Sugar daddies -- the bitter truth

“People who don’t know me see this stylishly dressed young woman driving a nice car, and they think, ‘Isn’t she lucky? She has a rich man as a lover to give her things’”, says Angela Shabalala as she manoeuvres her blue BMW sedan on to a highway leading to the Swazi capital, Mbabane.

In fact, the unmarried 27-year-old bank employee used her own salary to buy the car, as well as her dresses, perfumes, jewelry and chic hairstyle.

But who would give Shabalala the benefit of the doubt when the rich men she speaks of—men more popularly referred to as “sugar daddies”—are a fixture in Swazi life?

Most people are accustomed to seeing wealthy, older men lavish gifts on young lovers. And, while these women might be accused of being high-class prostitutes, they are also regarded with envy.

“Sugar daddies have always been here, for as long as I can remember; but it’s getting worse because young people want a good life, but can’t afford it,” says Nonhlanhla Dlamini, director of the Swaziland Action Group Against Abuse, a non-governmental organisation that provides counselling and medical and legal assistance to abuse victims. At present, about two-thirds of Swazis live below the poverty line of $1 a day.

“When I was a child, kids didn’t compete with each other over material things the way they do now. Now if kids compete with kids from richer families, that means sex—because the only transaction that will allow these girls to get money is by having sex with sugar daddies,” Dlamini adds.

While the term “sugar daddy” has a slightly comical aspect to it, there is nothing humorous about the sexual exploitation of young women by older men in the age of HIV/Aids. Swaziland has the world’s highest HIV/Aids prevalence, of just under 40%.

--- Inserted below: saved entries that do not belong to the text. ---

describe('the worst case of a design', () => {
  const requirements: Requirement[] = [
    { quantity: 'contactResistivity', of: 'top', max: '1e-5 ohm cm^2', over: 'temperatureRange' },
    { quantity: 'sheetResistance', of: 'cap', max: '250 ohm', over: 'temperatureRange' },
    { quantity: 'sheetResistance', of: 'cap', max: '250 ohm' },
  ];

  it('is that of a full factorial of separate solves', () => {
    const design = contactDesign((d) => {
      d.variables?.push({ name: 'phi', value: '0.55 eV', tolerance: '50 meV' });
      d.top = { kind: 'barrier', barrier: 'phi', imageForce: false };
    });
    const [contact, sheet] = rowsOf(design, requirements, { tolerances: 'stated', samples: 16 });
    let [worstContact, worstSheet] = [0, 0];
    for (const temperature of ['-40 degC', '300 K', '125 degC']) {
      for (const Ncap of ['4.5e19 cm^-3', '5e19 cm^-3', '5.5e19 cm^-3']) {
        for (const tcap of ['57 nm', '60 nm', '63 nm']) {
          for (const phi of ['0.5 eV', '0.55 eV', '0.6 eV']) {
            const { contacts, layers } = resultOf(design, { temperature, Ncap, tcap, phi });
            worstContact = Math.max(worstContact, contacts[0].rho_c_ohm_cm2 as number);
            worstSheet = Math.max(worstSheet, layers[0].sheet_ohm as number);
          }
        }
      }
    }
    expect(relative(contact.worst, worstContact)).toBeLessThan(2e-3);
    expect(relative(sheet.worst, worstSheet)).toBeLessThan(1e-6);
    expect(contact.at?.words).toBe('-40 degC, Ncap -10 %, phi +50 meV');
    expect(sheet.at?.words).toMatch(/^(-40|125) degC, Ncap -10 %, tcap -3 nm$/);
    expect([contact.corners_sufficed, sheet.corners_sufficed]).toEqual([true, true]);
  });

  it('comes out the same by single directions as by all corners', () => {
    const design = contactDesign();
    const all = rowsOf(design, requirements, { samples: 0 });
    const some = rowsOf(design, requirements, { samples: 0, mostFactorial: 0 });
    some.forEach((row, i) => {
      expect(relative(row.worst, all[i].worst as number)).toBeLessThan(1e-3);
      expect(row.at?.words).toBe(all[i].at?.words);
    });
  });

  it('stays at the design temperature unless the range is asked for', () => {
    const limit = { quantity: 'contactResistivity', of: 'top', max: '1e-5 ohm cm^2' };
    const [here, ranging] = rowsOf(contactDesign(), [limit, { ...limit, over: 'temperatureRange' }], { samples: 4 });
    expect(here.at?.temperature_K).toBe(300);
    expect(ranging.at?.temperature_K).toBeCloseTo(233.15, 9);
    expect(ranging.worst).toBeGreaterThan(1.05 * (here.worst as number));
    expect(rowsOf(contactDesign(), [limit], { samples: 0, set: { temperature: '77 K' } })[0].at?.temperature_K).toBe(77);
  });

  it('never counts a point without an answer as met', () => {
    const design = contactDesign((d) => {
      d.variables = [{ name: 'x', value: '0.98', tolerance: '0.03' }];
      d.layers[0] = { name: 'cap', material: 'AlGaAs', x: 'x', thickness: '30 nm' };
      d.layers[1] = { name: 'base', material: 'GaAs', thickness: '100 nm', dopants: [{ dopant: 'Si', concentration: '1e18 cm^-3' }] };
    });
    const [row] = rowsOf(design, [{ quantity: 'carrierDensity', of: 'base', min: '1 cm^-3' }], { tolerances: 'stated' });
    expect([row.met, row.judged]).toEqual([false, false]);
    expect(row.unanswered?.reason).toMatch(/layers\[0\]\.x/);
    expect(row.unanswered?.words).toMatch(/x \+0\.03/);
    expect(row.worst).toBeGreaterThan(1);
    const [missing] = rowsOf(contactDesign(), [{ quantity: 'leakage', of: 'bottom', max: '1 A/cm^2' }], { tolerances: 'none' });
    expect([missing.met, missing.judged, missing.worst, missing.margin]).toEqual([false, false, null, null]);
  });

  it('tells why there is no figure, and what would give one', () => {
    const reasons = rowsOf(contactDesign((d) => {
      d.layers.push({ name: 'spacer', material: 'Si', thickness: '50 nm', dopants: [] }, { name: 'oxide', material: 'SiO2', thickness: '20 nm' });
      d.bottom = { kind: 'open' };
    }), [
      { quantity: 'contactResistivity', of: 'bottom', max: '1e-6 ohm cm^2' }, { quantity: 'ionisedShare', of: 'spacer', min: '0.9' }, { quantity: 'sheetResistance', of: 'oxide', max: '100 ohm' },
    ], { tolerances: 'none' }).map(({ unanswered }) => unanswered?.reason);
    expect(reasons).toEqual([
      'the bottom is an open surface, which has no contact resistivity; give it a metal or a barrier, or ask it of the other end', 'spacer has no dopant', 'oxide is an insulator, which has no sheet resistance',
    ]);
    const [neutral] = rowsOf(contactDesign(), [{ quantity: 'leakage', of: 'bottom', max: '1 A/cm^2' }], { tolerances: 'none' });
    expect(neutral.unanswered?.reason).toMatch(/^the bottom is a neutral contact, which has no saturation current density; give it a metal/);
  });

  it('ends a tolerance of an active share at all atoms, and does not take a share beyond that for one', () => {
    const design = contactDesign((d) => {
      d.variables = [{ name: 'active', value: '0.9', tolerance: '20 %' }];
      d.layers[0] = { name: 'cap', material: 'Si', thickness: '60 nm', dopants: [{ dopant: 'P', concentration: '1e20 cm^-3', activation: 'active' }] };
    });
    const over: Requirement = { quantity: 'electronDensity', of: 'cap', max: '5e19 cm^-3' };
    const [row] = rowsOf(design, [over], { tolerances: 'stated' });
    expect([row.unanswered, row.at?.words]).toEqual([null, '26.9 degC, active +20 %']);
    expect(row.worst).toBe(resultOf({ ...design, variables: [] , layers: [{ ...design.layers[0], dopants: [{ dopant: 'P', concentration: '1e20 cm^-3' }] }, design.layers[1]] }).layers[0].n_cm3);
    const wrong = judge({ ...design, requirements: [over] }, { set: { active: '1.1' }, tolerances: 'stated' });
    expect(wrong).toMatchObject({ kind: 'complaints', complaints: [{ path: 'layers[0].dopants[0].activation' }] });
  });

  it('tells where the solver refuses: a gap that closes on the way to the hot end', () => {
    const design = contactDesign((d) => {
      d.custom = { materials: [{ id: 'closing', gap: { law: 'linear', at300K: '0.3 eV', slope: '4 meV/K' }, affinity: '4 eV', permittivity: 12, electronMass: 1, holeMass: 1, source: 'invented' }] };
      d.layers = [{ name: 'cap', material: 'closing', thickness: '100 nm', dopants: [{ kind: 'donor', depth: '1 meV', concentration: '1e17 cm^-3' }] }];
      d.top = { kind: 'neutral' };
    });
    const [cold, ranging] = rowsOf(design, [{ quantity: 'carrierDensity', of: 'cap', min: '1e10 cm^-3' }, { quantity: 'carrierDensity', of: 'cap', min: '1e10 cm^-3', over: 'temperatureRange' }], { tolerances: 'none' });
    expect([cold.met, ranging.met, ranging.judged]).toEqual([true, false, false]);
    expect(ranging.unanswered?.reason).toMatch(/gap/);
  });

  it('takes a requirement found broken as not met, whatever else has no answer', () => {
    const design = contactDesign((d) => { d.variables = [{ name: 'x', value: '0.98', tolerance: '0.03' }]; d.layers[0] = { name: 'cap', material: 'AlGaAs', x: 'x', thickness: '30 nm' }; d.layers[1].material = 'GaAs'; d.layers[1].dopants = []; });
    const [row] = rowsOf(design, [{ quantity: 'carrierDensity', of: 'base', min: '1e19 cm^-3' }], { tolerances: 'stated' });
    expect([row.met, row.judged]).toEqual([false, true]);
  });

  it('runs in steps that can be left', () => {
    const steps = judging({ ...contactDesign(), requirements });
    const first = steps.next();
    expect(first.done).toBe(false);
    expect(first.value).toMatchObject({ done: 1 });
    for (let i = 0; i < 5; i++) expect(steps.next().done).toBe(false);
    expect(steps.return({ kind: 'judged', requirements: [], evaluations: 0 }).done).toBe(true);
  });

  it('is plain data that JSON keeps', () => {
    const rows = rowsOf(contactDesign(), [...requirements, { quantity: 'depletionWidth', of: 'top', max: '1 um' }], { samples: 2 });
    expect(JSON.parse(JSON.stringify(rows))).toEqual(rows);
  });
});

“When I speak with…young boys, they say their girlfriends leave them for sugar daddies, but they come back to their boyfriends because they don’t want it known that they are having relationships with older men,” says Thuli Khumalo, a nurse who counsels young people when they undergo HIV/Aids tests.

“The girls tell me they are not actually attracted to the older men, physically attracted, though some are impressed by wealth and power. They want to be seen with their peers, boyfriends their own age,” she adds.

When the girls do return, they often bring the HIV virus with them, however.

“In this way, the girl can be the bearer of HIV and pass it on to the boy,” says Khumalo.

As for the sugar daddies themselves, they appear loath to place their actions under the microscope.

“I treat my girl good -‒ I give her things. She loves me for it,” said Phinda, a middle-aged bus owner. He sees no difference between a girl having sex with him -‒ or with a boy her own age, except “When she is with me she doesn’t starve, like she would with some penniless boy.”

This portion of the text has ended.